Below are some records; return all of them exactly as they are.

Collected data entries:
##########
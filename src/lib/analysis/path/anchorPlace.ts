import type { LapMarks } from '../laps/lapMarks.ts';
import { median } from '../stats/quantile.ts';
import { robustSpread } from '../stats/robustSpread.ts';
import { sampleBefore, wayShare } from '../trace/placeTime.ts';
import type { Channels } from '../model.ts';

/** Marks known better than this know the line better than the projection on the path does. */
const FINE_S = 0.0015;
/** The file's line and the path's are the same when all marks lie this near to it, and this near to each other. */
const LARGEST_SHIFT_M = 3;
const LARGEST_SPREAD_M = 1.5;

/**
 * Pins places to the file's own crossings of the line, where these are finely known and are crossings of this path's line: each
 * crossing is put at exactly a whole turn, and what that moves fades in place from crossing to crossing.
 *
 * @param placeM unwrapped places by sample
 * @returns new places; the input itself where the marks are coarse or belong to another line
 */
export function anchorPlace(placeM: Float64Array, channels: Channels, lengthM: number, marks: LapMarks): Float64Array {
	const own = marks.source !== 'chosenLine' && marks.source !== 'lapLength' && marks.source !== 'none';
	if (!own || !(marks.plusMinusS <= FINE_S) || marks.crossingS.length === 0) return placeM;
	const { timeS, speedKmh } = channels;
	const at: number[] = [];
	const off: number[] = [];
	for (const crossing of marks.crossingS) {
		const i = sampleBefore(timeS, crossing);
		if (i < 0 || i + 1 >= timeS.length) continue;
		const share = wayShare((crossing - timeS[i]) / (timeS[i + 1] - timeS[i]), speedKmh[i], speedKmh[i + 1]);
		const place = placeM[i] + share * (placeM[i + 1] - placeM[i]);
		if (!Number.isFinite(place)) continue;
		at.push(place);
		off.push(place - Math.round(place / lengthM) * lengthM);
	}
	if (at.length === 0) return placeM;
	const middle = median(off);
	const spread = at.length > 2 ? robustSpread(off) : Math.max(...off) - Math.min(...off);
	if (!(Math.abs(middle) <= LARGEST_SHIFT_M && spread <= LARGEST_SPREAD_M)) return placeM;
	// one wild mark is left to the projection
	const kept = at.map((_, k) => k).filter((k) => Math.abs(off[k] - middle) <= LARGEST_SHIFT_M);
	const anchored = new Float64Array(placeM.length);
	let k = 0;
	for (let i = 0; i < placeM.length; i++) {
		const place = placeM[i];
		while (k + 1 < kept.length && place >= at[kept[k + 1]]) k++;
		const from = kept[k];
		const to = kept[Math.min(k + 1, kept.length - 1)];
		const share = to === from ? 0 : Math.min(Math.max((place - at[from]) / (at[to] - at[from]), 0), 1);
		anchored[i] = place - (off[from] + share * (off[to] - off[from]));
	}
	return anchored;
}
##########
Response to the task:
filename src/lib/analysis/path/anchorPlace.ts
import type { LapMarks } from '../laps/lapMarks.ts';
import { median } from '../stats/quantile.ts';
import { robustSpread } from '../stats/robustSpread.ts';
import { sampleBefore, wayShare } from '../trace/placeTime.ts';
import type { Channels } from '../model.ts';

/** Marks known better than this know the line better than the projection on the path does. */
const FINE_S = 0.0015;
/** The file's line and the path's are the same when all marks lie this near to it, and this near to each other. */
const LARGEST_SHIFT_M = 3;
const LARGEST_SPREAD_M = 1.5;

/**
 * Pins places to the file's own crossings of the line, where these are finely known and are crossings of this path's line: each
 * crossing is put at exactly a whole turn, and what that moves fades in place from crossing to crossing.
 *
 * @param placeM unwrapped places by sample
 * @returns new places; the input itself where the marks are coarse or belong to another line
 */
export function anchorPlace(placeM: Float64Array, channels: Channels, lengthM: number, marks: LapMarks): Float64Array {
	const own = marks.source !== 'chosenLine' && marks.source !== 'lapLength' && marks.source !== 'none';
	if (!own || !(marks.plusMinusS <= FINE_S) || marks.crossingS.length === 0) return placeM;
	const { timeS, speedKmh } = channels;
	const at: number[] = [];
	const off: number[] = [];
	for (const crossing of marks.crossingS) {
		const i = sampleBefore(timeS, crossing);
		if (i < 0 || i + 1 >= timeS.length) continue;
		const share = wayShare((crossing - timeS[i]) / (timeS[i + 1] - timeS[i]), speedKmh[i], speedKmh[i + 1]);
		const place = placeM[i] + share * (placeM[i + 1] - placeM[i]);
		if (!Number.isFinite(place)) continue;
		at.push(place);
		off.push(place - Math.round(place / lengthM) * lengthM);
	}
	if (at.length === 0) return placeM;
	const middle = median(off);
	const spread = at.length > 2 ? robustSpread(off) : Math.max(...off) - Math.min(...off);
	if (!(Math.abs(middle) <= LARGEST_SHIFT_M && spread <= LARGEST_SPREAD_M)) return placeM;
	// one wild mark is left to the projection
	const kept = at.map((_, k) => k).filter((k) => Math.abs(off[k] - middle) <= LARGEST_SHIFT_M);
	const anchored = new Float64Array(placeM.length);
	let k = 0;
	for (let i = 0; i < placeM.length; i++) {
		const place = placeM[i];
		while (k + 1 < kept.length && place >= at[kept[k + 1]]) k++;
		const from = kept[k];
		const to = kept[Math.min(k + 1, kept.length - 1)];
		const share = to === from ? 0 : Math.min(Math.max((place - at[from]) / (at[to] - at[from]), 0), 1);
		anchored[i] = place - (off[from] + share * (off[to] - off[from]));
	}
	return anchored;
}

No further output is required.